* [Your task] Write out only the opening lines of the entries, through the line with "const next = ()".

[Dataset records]
import { describe, expect, test } from 'vitest'
import { type Design, designDocument } from '../../../shared/contract/design.ts'
import { evaluateQuantity } from '../../../shared/quantity/arithmetic.ts'
import { sizeDesign } from '../../../shared/solver/sizing/size.ts'
import { fieldAt } from '../../../src/features/design-form/field-at.ts'
import { type FormDoc, textOf, withText, withTexts } from '../../../src/features/design-form/form-doc.ts'
import { formReducer, startForm } from '../../../src/features/design-form/form-state.ts'
import { readForm } from '../../../src/features/design-form/read-form.ts'
import type { Arithmetic } from '../../../src/features/design-form/reader.ts'
import { templates } from '../../../src/features/design-form/template-list.ts'
import { fromTemplate } from '../../../src/features/design-form/templates.ts'
import { toForm } from '../../../src/features/design-form/to-form.ts'
import { design } from '../../support/web-fixtures.ts'

const arithmetic: Arithmetic = (text, field) => {
  const { value, unit } = evaluateQuantity(text, field)
  return { value, unit }
}
const read = (doc: FormDoc) => readForm(doc, arithmetic)
const form = toForm(design)
const with_ = (texts: Record<string, string>) => read(withTexts(form, texts))

/** A repeatable generator of doubles of every size. */
function doubles(seed: number) {
  let state = seed
  const next = () => {
    state = (Math.imul(state, 1664525) + 1013904223) >>> 0
    return state / 2 ** 32
  }
  return { unit: next, sized: () => (next() + 2 ** -33) * 10 ** Math.floor(next() * 12 - 6) }
}
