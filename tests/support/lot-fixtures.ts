import { type LotCounts, type LotPlace, type Standing, standing } from '../../shared/contract/lot-standing.ts'
import type { Lot, LotDetail, LotUnit } from '../../shared/contract/lots.ts'
import { recordId } from './web-fixtures.ts'

/** Lots as the server answers them, for the command line's and the page's tests. */

const at = '2026-11-24T12:58:00.000Z'

export function lotCounts(change: Partial<Record<Standing, number>> = {}, missing = 0): LotCounts {
  const byStanding = Object.fromEntries(standing.options.map((one) => [one, change[one] ?? 0])) as Record<
    Standing,
    number
  >
  const of = (...standings: Standing[]) => standings.reduce((sum, one) => sum + byStanding[one], 0)
  const units = of(...standing.options)
  const good = of('ok-first', 'ok-later', 'overridden')
  return {
    units,
    good,
    undecided: of('out-of-reach', 'fail', 'conditional-fail', 'suspect', 'incomplete'),
    missing,
    references: 0,
    byStanding,
    share: units === 0 ? null : good / units,
    low95: units === 0 ? null : 0.884,
    high95: units === 0 ? null : 0.978,
  }
}

export function lotLine(change: Partial<Lot> = {}): Lot {
  return {
    key: '2417',
    design: 'DBS-A',
    revision: 1,
    state: 'open',
    openedAt: at,
    openedBy: 'line 2 script',
    closedAt: null,
    closedBy: null,
    signedOff: null,
    records: 96,
    expected: null,
    firstAt: at,
    lastAt: '2026-11-24T16:22:00.000Z',
    counts: lotCounts({
      'ok-first': 24,
      'ok-later': 67,
      'out-of-reach': 1,
      suspect: 2,
      'conditional-pass': 2,
    }),
    ...change,
  }
}

export function lotDetail(change: Partial<LotDetail> = {}): LotDetail {
  const line = lotLine(change)
  return {
    ...line,
    counts: line.counts ?? lotCounts(),
    revisionState: 'released',
    references: [],
    signOff: null,
    etag: '"1.open.96.96.0.0"',
    ...change,
  }
}

export function lotPlace(n: number, change: Partial<LotPlace> = {}): LotPlace {
  const said = {
    record: recordId(n),
    station: n % 2 === 0 ? 'Station A' : 'Station B',
    at: new Date(Date.parse(at) + n * 120_000).toISOString(),
  }
  // Spread without chance: a fixed pattern about -118 ppm.
  const gainErrorPpm = -118 + ((n * 37) % 101) - 50
  const offsetErrorV = (((n * 53) % 31) - 15) * 1e-6
  return {
    channel: '1',
    range: 'u10',
    standing: 'ok-first',
    pass: 1,
    found: { ...said, gainErrorPpm, offsetErrorV, verdict: 'ok' },
    codes: { ...said, number: 1_004_000 + n, gain: 2300 + (n % 200), offset: 2048 },
    left: { ...said, worstLsb: 0.05 * ((n % 11) + 1), outcome: 'pass' },
    attention: null,
    ...change,
  }
}

export const serialOf = (n: number) => String(n).padStart(3, '0')

export function lotUnit(n: number, change: Partial<LotUnit> & { place?: Partial<LotPlace> } = {}): LotUnit {
  const { place, ...rest } = change
  const standing = rest.standing ?? 'ok-first'
  return {
    unit: serialOf(n),
    reference: false,
    expected: false,
    standing,
    records: 1,
    places: [lotPlace(n, { standing, ...place })],
    ...rest,
  }
}
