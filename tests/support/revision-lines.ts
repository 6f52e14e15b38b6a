import type { RevisionLine } from '../../shared/contract/designs.ts'

/** A revision as the server answers it: saved once by its author, and nothing more, unless told otherwise. */
export function revisionLine(change: Partial<RevisionLine> = {}): RevisionLine {
  const { number = 1, author = 'M. Okafor', createdAt = '2026-02-20T09:00:00Z' } = change
  return {
    number,
    state: 'draft',
    title: 'Detector bias source, output A',
    author,
    createdAt,
    basedOn: null,
    writers: [{ kind: 'person', id: 'person-engineer', name: author }],
    savedBy: author,
    savedAt: createdAt,
    submittedBy: null,
    submittedAt: null,
    returnedBy: null,
    returnedAt: null,
    returnReason: null,
    releasedBy: null,
    releasedAt: null,
    releasedByAuthor: false,
    withdrawnBy: null,
    withdrawnAt: null,
    withdrawReason: null,
    hash: '0'.repeat(64),
    etag: `"${number}.1"`,
    ...change,
  }
}
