import { connect, createServer, type Socket } from 'node:net'
import { setTimeout as sleep } from 'node:timers/promises'
import type { Random } from './random.ts'

/** What may befall a connection on its way. */
export type Fate = 'pass' | 'delay' | 'cut-request' | 'cut-answer' | 'reset' | 'black-hole'

/** A small TCP proxy on loopback that treats each connection as `fateOf` says. */
export type TcpProxy = { port: number; fates: Record<Fate, number>; close: () => Promise<void> }

export async function startProxy(target: number, random: Random, fateOf: () => Fate): Promise<TcpProxy> {
  const fates: Record<Fate, number> = {
    pass: 0,
    delay: 0,
    'cut-request': 0,
    'cut-answer': 0,
    reset: 0,
    'black-hole': 0,
  }
  const open = new Set<Socket>()
  const server = createServer((client) => {
    const fate = fateOf()
    fates[fate] += 1
    open.add(client)
    client.on('close', () => open.delete(client)).on('error', () => client.destroy())
    void treat(client, target, fate, random, open)
  })
  await new Promise<void>((resolve) => server.listen(0, '127.0.0.1', resolve))
  const address = server.address()
  return {
    port: typeof address === 'object' && address ? address.port : 0,
    fates,
    close: async () => {
      for (const socket of open) socket.destroy()
      await new Promise((resolve) => server.close(resolve))
    },
  }
}

async function treat(
  client: Socket,
  target: number,
  fate: Fate,
  random: Random,
  open: Set<Socket>,
): Promise<void> {
  if (fate === 'reset') return void client.resetAndDestroy()
  if (fate === 'black-hole') {
    await sleep(50 + random.below(200))
    return void client.destroy()
  }
  if (fate === 'delay') await sleep(random.below(80))
  const upstream = connect(target, '127.0.0.1')
  open.add(upstream)
  upstream.on('close', () => {
    open.delete(upstream)
    client.destroy()
  })
  upstream.on('error', () => client.destroy())
  client.on('close', () => upstream.destroy())
  if (fate === 'cut-request') {
    client.once('data', (chunk: Buffer) => {
      // Part of the request arrives, or all of it; then the line is dead either way.
      upstream.write(chunk.subarray(0, 1 + random.below(chunk.length)), () => upstream.destroy())
    })
    return
  }
  client.pipe(upstream)
  if (fate === 'cut-answer') {
    upstream.once('data', (chunk: Buffer) => {
      // The server has done the work; the answer is lost in whole or in part.
      client.write(chunk.subarray(0, random.below(chunk.length)), () => client.destroy())
    })
    return
  }
  upstream.pipe(client)
}
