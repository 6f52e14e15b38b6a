import { type Command, everyFormat } from '../command.ts'
import { pointsAbout, pointsOption } from '../measurement-options.ts'
import { type OneOptions, readOne, recordOne } from '../record-one.ts'
import { serverAbout, serverOptions } from '../server-options.ts'
import { unitOptions } from '../unit-options.ts'

export const trimCommand: Command<OneOptions> = {
  about:
    'The same command again doubles nothing: the answer then carries the notice replayed. To record\n' +
    `an identical measurement once more give --measured-at or --key.\n${pointsAbout}\n\n${serverAbout}`,
  options: [...unitOptions, pointsOption, ...serverOptions],
  formats: everyFormat,
  examples: [
    {
      run: 'ogee trim --design DBS-A --unit 031 --channel 1 --applied neutral --points points.csv',
      says: 'Records the points of unit 031 and prints the record with its codes.',
    },
    {
      run: 'ogee trim --design DBS-A --unit 031 --channel 1 --applied neutral --points points.csv --dry-run',
      says: 'The same numbers; nothing is recorded.',
    },
  ],
  read: readOne,
  run: (options, context) => recordOne(options, 'trim', context),
}
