import { readFileSync } from 'node:fs'
import { createRequire } from 'node:module'
import { type Browser, type BrowserContext, chromium, type Page } from 'playwright-core'

const axeSource = readFileSync(createRequire(import.meta.url).resolve('axe-core/axe.min.js'), 'utf8')

/** Debian's Chromium, headless, with none of its own network traffic. */
export async function launchBrowser(): Promise<Browser> {
  return await chromium.launch({
    executablePath: '/usr/bin/chromium',
    args: [
      '--no-sandbox',
      '--disable-gpu',
      '--disable-background-networking',
      '--disable-component-update',
      '--disable-sync',
      '--no-first-run',
    ],
  })
}

/** A page that keeps what must not happen: console errors, failed scripts, breaches of the content security policy. */
export type WatchedPage = { page: Page; context: BrowserContext; complaints: string[] }

export async function openPage(
  browser: Browser,
  options: {
    theme?: 'light' | 'dark'
    width?: number
    height?: number
    forcedColors?: 'active' | 'none'
  } = {},
): Promise<WatchedPage> {
  const context = await browser.newContext({
    colorScheme: options.theme ?? 'light',
    forcedColors: options.forcedColors ?? 'none',
    viewport: { width: options.width ?? 1440, height: options.height ?? 900 },
  })
  await context.grantPermissions(['clipboard-read', 'clipboard-write'])
  const page = await context.newPage()
  const complaints: string[] = []
  await page.exposeFunction('cspBreach', (text: string) => complaints.push(`CSP: ${text}`))
  await page.addInitScript(() => {
    document.addEventListener('securitypolicyviolation', (event) => {
      const { cspBreach } = globalThis as unknown as { cspBreach: (text: string) => void }
      cspBreach(`${event.effectiveDirective} ${event.blockedURI} ${event.sample}`)
    })
  })
  page.on('console', (message) => {
    // A refusal that the page handles still shows as a failed resource; the status is tested where it is caused.
    if (message.type() === 'error' && !/Failed to load resource/.test(message.text()))
      complaints.push(message.text())
  })
  page.on('pageerror', (error) => complaints.push(String(error)))
  return { page, context, complaints }
}

/** Runs axe (WCAG 2.2 A and AA and best practice) on the page as it stands; one line a violation. */
export async function axeViolations(page: Page): Promise<string[]> {
  await page.evaluate(axeSource)
  return await page.evaluate(async () => {
    const { axe } = globalThis as unknown as {
      axe: {
        run: (options: object) => Promise<{
          violations: { id: string; help: string; nodes: { html: string; failureSummary?: string }[] }[]
        }>
      }
    }
    const { violations } = await axe.run({
      runOnly: ['wcag2a', 'wcag2aa', 'wcag21a', 'wcag21aa', 'wcag22aa', 'best-practice'],
    })
    return violations.flatMap(({ id, help, nodes }) =>
      nodes.map(
        ({ html, failureSummary }) => `${id}: ${help}: ${html.slice(0, 160)} ${failureSummary ?? ''}`,
      ),
    )
  })
}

* [Solution to this exercise]
import { describe, expect, test } from 'vitest'
import { type Design, designDocument } from '../../../shared/contract/design.ts'
import { evaluateQuantity } from '../../../shared/quantity/arithmetic.ts'
import { sizeDesign } from '../../../shared/solver/sizing/size.ts'
import { fieldAt } from '../../../src/features/design-form/field-at.ts'
import { type FormDoc, textOf, withText, withTexts } from '../../../src/features/design-form/form-doc.ts'
import { formReducer, startForm } from '../../../src/features/design-form/form-state.ts'
import { readForm } from '../../../src/features/design-form/read-form.ts'
import type { Arithmetic } from '../../../src/features/design-form/reader.ts'
import { templates } from '../../../src/features/design-form/template-list.ts'
import { fromTemplate } from '../../../src/features/design-form/templates.ts'
import { toForm } from '../../../src/features/design-form/to-form.ts'
import { design } from '../../support/web-fixtures.ts'

const arithmetic: Arithmetic = (text, field) => {
  const { value, unit } = evaluateQuantity(text, field)
  return { value, unit }
}
const read = (doc: FormDoc) => readForm(doc, arithmetic)
const form = toForm(design)
const with_ = (texts: Record<string, string>) => read(withTexts(form, texts))

/** A repeatable generator of doubles of every size. */
function doubles(seed: number) {
  let state = seed
  const next = () => {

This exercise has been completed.